Would you please copy every line below that includes the string "Predicate"?

(Stored items)
....
/**
 * Fits a point dipole (position, depth, moment vector, optional background surface) to the total-field
 * samples of every sensor near a pick.
 *
 * <p><b>Algorithm:</b> the model is the projection of the point-dipole field on the Earth-field direction
 * (Blakely 1995, Potential Theory in Gravity and Magnetic Applications, eq. 4.13 and section 12.1; see
 * {@link Dipole}). The start position is the pick and the Euler depth; the start moment and background are
 * the linear least-squares solution at that position (the field is linear in them). Levenberg-Marquardt
 * (Commons Math, Moré 1978) then refines all parameters; position derivatives are central differences,
 * moment derivatives exact. The fields of sources fitted before (the stronger picks) are subtracted first
 * (peeling, common practice). Standard errors are the square roots of the diagonal of s^2 (J^T J)^-1 with s^2
 * the residual variance (Press et al., Numerical Recipes, 3rd ed., section 15.5).
 *
 * <p><b>Accuracy:</b> for a well-sampled isolated dipole with Gaussian noise the estimates are unbiased to
 * first order and the stated errors are one standard deviation.
 *
 * <p><b>Limitations:</b> one source: a neighbour within the fit radius biases the result. A fit that
 * climbs above the sensors, or does not converge, is reported as no fit.
 *
 * <p><b>Thread safety:</b> stateless.
 */
public final class DipoleFit {

    /** Step for the position derivatives, m. */
    static final double POSITION_STEP = 1e-4;
    /** The source is kept at least this far below the median sensor depth, m. */
    static final double MIN_DEPTH_BELOW_SENSOR = 0.1;
    /** A quadratic-background refit may place the source at most this many times deeper than the plane fit. */
    static final double MAX_DEPTH_CHANGE = 1.5;

    private DipoleFit() {
    }

    /**
     * Fits a dipole to the samples within the options' radius of (x, y), from each start in turn, and keeps
     * the fit with the smallest residual that {@code accept} allows; every start sees the same samples, so
     * the residuals compare. Several starts guard against the local minima that trade position against
     * moment direction for weak sources.
     *
     * @param x      easting of the centre of the sample selection, m
     * @param y      northing of the centre of the sample selection, m
     * @param starts start positions {x (m), y (m), depth below the sensors (m, positive down)}
     * @param field  Earth-field direction (inclination positive down, declination clockwise from north)
     * @param known  sources already fitted (stronger neighbours): their field is removed from the samples
     *               first, so that their flanks do not bias this fit
     * @param accept which fits may be returned
     * @return the best fit, or empty when too few samples are near or no start gives an acceptable fit
     */
    public static Optional<DipoleFitResult> fit(SampleIndex index, FieldDirection field, double x, double y,
                                                List<double[]> starts, DipoleFitOptions options, List<Dipole> known,
                                                java.util.function.Predicate<DipoleFitResult> accept) {
        LineSamples samples = index.samples();
        int[] idx = index.near(x, y, options.radiusM());
        if (idx.length < options.minSamples()) {
            return Optional.empty();
        }
        double[][] obs = new double[idx.length][];
        double[] target = new double[idx.length];
        for (int k = 0; k < idx.length; k++) {
            int i = idx[k];
            obs[k] = new double[] {samples.x()[i], samples.y()[i], samples.z()[i]};
            target[k] = samples.anomaly()[i];
            for (Dipole d : known) {
                target[k] -= d.totalField(obs[k][0], obs[k][1], obs[k][2], field);
            }
        }
        double sensorDepth = LineSamples.medianAt(samples.z(), idx);
        if (options.background() == DipoleFitOptions.Background.AUTO) {
            return planeOrQuadratic(obs, target, field, x, y, starts, sensorDepth, options, accept);
        }
        return fitStarts(obs, target, field, x, y, starts, sensorDepth, options, options.background(), accept);
    }

    /**
     * The plane fit from every start, then the quadratic background tried only where it can pay: first as a
     * linear solve at the plane fit's source position (moments and background are linear there), and only
     * when that already lowers the criterion, as a full fit started from the plane's optimum. Isolated
     * sources keep the plane fit at its cost; a source on a neighbour's flank gets the curvature term.
     */
    private static Optional<DipoleFitResult> planeOrQuadratic(double[][] obs, double[] target, FieldDirection field,
                                                              double x, double y, List<double[]> starts,
                                                              double sensorDepth, DipoleFitOptions options,
                                                              java.util.function.Predicate<DipoleFitResult> accept) {
        DipoleFitOptions.Background plane = DipoleFitOptions.Background.PLANE;
        DipoleFitOptions.Background quadratic = DipoleFitOptions.Background.QUADRATIC;
        Optional<DipoleFitResult> best = fitStarts(obs, target, field, x, y, starts, sensorDepth, options, plane,
                accept);
        if (best.isEmpty()) {
            return best;
        }
        Dipole d = best.get().dipole();
        Model quad = new Model(obs, field, quadratic.terms, x, y);
        double[] q = quad.linearStart(d.x(), d.y(), d.z(), target);
        double[] v = quad.values(q);
        double rss = 0;
        for (int k = 0; k < v.length; k++) {
            rss += (target[k] - v[k]) * (target[k] - v[k]);
        }
        double planeBic = bic(best.get(), 6 + plane.terms);
        if (bic(rss / v.length, v.length, 6 + quadratic.terms) >= planeBic) {
            return best;
        }
        Optional<DipoleFitResult> refit = optimise(quad, target,
                new double[] {d.x(), d.y(), d.z() - sensorDepth}, sensorDepth, options).filter(accept);
        // The curvature term is there to take up a neighbour's field; a refit that instead trades the compact
        // source for a much deeper, stronger one (which the curvature then cancels) is the wrong minimum.
        boolean compact = refit.isPresent()
                && refit.get().depthBelowSensor() <= MAX_DEPTH_CHANGE * best.get().depthBelowSensor();
        return compact && bic(refit.get(), 6 + quadratic.terms) < planeBic ? refit : best;
    }

    /** Schwarz's criterion n ln(RSS / n) + k ln n for a fit of {@code k} parameters; lower is better. */
    private static double bic(DipoleFitResult r, int k) {
        return bic(r.rms() * r.rms(), r.samples(), k);
    }

    private static double bic(double meanSquare, int n, int k) {
        return n * Math.log(Math.max(meanSquare, Double.MIN_NORMAL)) + k * Math.log(n);
    }

    private static Optional<DipoleFitResult> fitStarts(double[][] obs, double[] target, FieldDirection field,
                                                       double x, double y, List<double[]> starts, double sensorDepth,
                                                       DipoleFitOptions options, DipoleFitOptions.Background background,
                                                       java.util.function.Predicate<DipoleFitResult> accept) {
        Model model = new Model(obs, field, background.terms, x, y);
        // The starts are independent optimisations of one immutable model: run them on all cores, then pick
        // in start order so the result does not depend on the scheduling.
        List<Optional<DipoleFitResult>> fits = java.util.stream.IntStream.range(0, starts.size()).parallel()
                .mapToObj(i -> optimise(model, target, starts.get(i), sensorDepth, options).filter(accept)).toList();
        Optional<DipoleFitResult> best = Optional.empty();
        for (Optional<DipoleFitResult> f : fits) {
            if (f.isPresent() && (best.isEmpty() || f.get().rms() < best.get().rms())) {
                best = f;
            }
        }
        return best;
    }

    /** {@link #fit(SampleIndex, FieldDirection, double, double, List, DipoleFitOptions, List, java.util.function.Predicate)}
     *  from one start (x, y, {@code depthBelow} m under the sensors), no known neighbours, any result accepted. */
    public static Optional<DipoleFitResult> fit(LineSamples samples, FieldDirection field, double x, double y,
                                                double depthBelow, DipoleFitOptions options) {
        return fit(new SampleIndex(samples, options.radiusM()), field, x, y, List.of(new double[] {x, y, depthBelow}),
                options, List.of(), r -> true);
    }

    private static Optional<DipoleFitResult> optimise(Model model, double[] target, double[] s, double sensorDepth,
                                                      DipoleFitOptions options) {
        double z0 = sensorDepth + Math.max(MIN_DEPTH_BELOW_SENSOR, s[2]);
        double[] start = model.linearStart(s[0], s[1], z0, target);
        double floor = sensorDepth + MIN_DEPTH_BELOW_SENSOR;
        LeastSquaresOptimizer.Optimum opt;
        try {
            opt = new LevenbergMarquardtOptimizer().optimize(new LeastSquaresBuilder()
                    .model(model).target(target).start(start)
                    .parameterValidator(p -> {
                        p.setEntry(2, Math.max(floor, p.getEntry(2)));
                        return p;
                    })
                    .maxIterations(options.maxIterations()).maxEvaluations(10 * options.maxIterations())
                    .build());
        } catch (TooManyIterationsException | TooManyEvaluationsException | ConvergenceException e) {
            return Optional.empty();
        }
        return result(opt, target.length, sensorDepth);
    }

    private static Optional<DipoleFitResult> result(LeastSquaresOptimizer.Optimum opt, int n, double sensorDepth) {
        RealVector p = opt.getPoint();
        int np = p.getDimension();
        if (n <= np) {
            return Optional.empty();
        }
        double rss = opt.getResiduals().dotProduct(opt.getResiduals());
        RealMatrix cov;
        try {
            cov = opt.getCovariances(1e-14).scalarMultiply(rss / (n - np));
        } catch (SingularMatrixException e) {
            return Optional.empty();
        }
        Dipole d = new Dipole(p.getEntry(0), p.getEntry(1), p.getEntry(2), p.getEntry(3), p.getEntry(4), p.getEntry(5));
        double m = d.moment();
        double varM = 0;
        for (int a = 3; a < 6; a++) {
            for (int b = 3; b < 6; b++) {
                varM += p.getEntry(a) * p.getEntry(b) * cov.getEntry(a, b);
            }
        }
        varM = m > 0 ? varM / (m * m) : 0;
        return Optional.of(new DipoleFitResult(d, np > 6 ? p.getEntry(6) : 0,
                Math.sqrt(cov.getEntry(0, 0)), Math.sqrt(cov.getEntry(1, 1)), Math.sqrt(cov.getEntry(2, 2)),
                Math.sqrt(Math.max(0, varM)), Math.sqrt(rss / n), n, sensorDepth));
    }

    /** The total-field model and its Jacobian; parameters {x0, y0, z0, mx, my, mz, background terms...}. */
    private static final class Model implements MultivariateJacobianFunction {
        private final double[][] obs;
        private final FieldDirection f;
        private final int terms;
        private final double xRef, yRef;

        Model(double[][] obs, FieldDirection f, int terms, double xRef, double yRef) {
            this.obs = obs;
            this.f = f;
            this.terms = terms;
            this.xRef = xRef;
            this.yRef = yRef;
        }

        int parameters() {
            return 6 + terms;
        }

        /** Total field at sample k of a unit moment along axis a (0 east, 1 north, 2 down) at (x, y, z). */
        double unitResponse(int k, double x, double y, double z, int a) {
            Dipole d = new Dipole(x, y, z, a == 0 ? 1 : 0, a == 1 ? 1 : 0, a == 2 ? 1 : 0);
            return d.totalField(obs[k][0], obs[k][1], obs[k][2], f);
        }

        /** Derivative of the background at sample k with respect to its term t: 1, x - x0, y - y0. */
        double backgroundTerm(int k, int t) {
            double dx = obs[k][0] - xRef, dy = obs[k][1] - yRef;
            return switch (t) {
                case 0 -> 1;
                case 1 -> dx;
                case 2 -> dy;
                case 3 -> dx * dx;
                case 4 -> dx * dy;
                default -> dy * dy;
            };
        }

        /** The linear columns at sample k: unit moments then background terms. */
        void linearRow(int k, double x, double y, double z, double[] out, int from) {
            for (int a = 0; a < 3; a++) {
                out[from + a] = unitResponse(k, x, y, z, a);
            }
            for (int t = 0; t < terms; t++) {
                out[from + 3 + t] = backgroundTerm(k, t);
            }
        }

        /** Start vector at (x, y, z): moment and background by linear least squares. */
        double[] linearStart(double x, double y, double z, double[] target) {
            double[][] a = new double[obs.length][3 + terms];
            for (int k = 0; k < obs.length; k++) {
                linearRow(k, x, y, z, a[k], 0);
            }
            double[] start = new double[parameters()];
            start[0] = x;
            start[1] = y;
            start[2] = z;
            try {
                RealVector s = new QRDecomposition(new Array2DRowRealMatrix(a, false)).getSolver()
                        .solve(new ArrayRealVector(target, false));
                for (int c = 0; c < 3 + terms; c++) {
                    start[3 + c] = s.getEntry(c);
                }
            } catch (SingularMatrixException e) {
                // leave a zero moment: Levenberg-Marquardt still moves from there
            }
            return start;
        }

        double[] values(double[] p) {
            Dipole d = new Dipole(p[0], p[1], p[2], p[3], p[4], p[5]);
            double[] v = new double[obs.length];
            for (int k = 0; k < obs.length; k++) {
                v[k] = d.totalField(obs[k][0], obs[k][1], obs[k][2], f);
                for (int t = 0; t < terms; t++) {
                    v[k] += p[6 + t] * backgroundTerm(k, t);
                }
            }
            return v;
        }

        @Override
        public Pair<RealVector, RealMatrix> value(RealVector point) {
            double[] p = point.toArray();
            double[] v = values(p);
            double[][] j = new double[obs.length][parameters()];
            for (int a = 0; a < 3; a++) {
                double[] hi = p.clone();
                double[] lo = p.clone();
                hi[a] += POSITION_STEP;
                lo[a] -= POSITION_STEP;
                double[] vh = values(hi);
                double[] vl = values(lo);
                for (int k = 0; k < obs.length; k++) {
                    j[k][a] = (vh[k] - vl[k]) / (2 * POSITION_STEP);
                }
            }
            for (int k = 0; k < obs.length; k++) {
                linearRow(k, p[0], p[1], p[2], j[k], 3);
            }
            return new Pair<>(new ArrayRealVector(v, false), new Array2DRowRealMatrix(j, false));
        }
    }
}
....
■ ANSWER TO THE PROBLEM:
                                                java.util.function.Predicate<DipoleFitResult> accept) {
                                                              java.util.function.Predicate<DipoleFitResult> accept) {
                                                       java.util.function.Predicate<DipoleFitResult> accept) {
    /** {@link #fit(SampleIndex, FieldDirection, double, double, List, DipoleFitOptions, List, java.util.function.Predicate)}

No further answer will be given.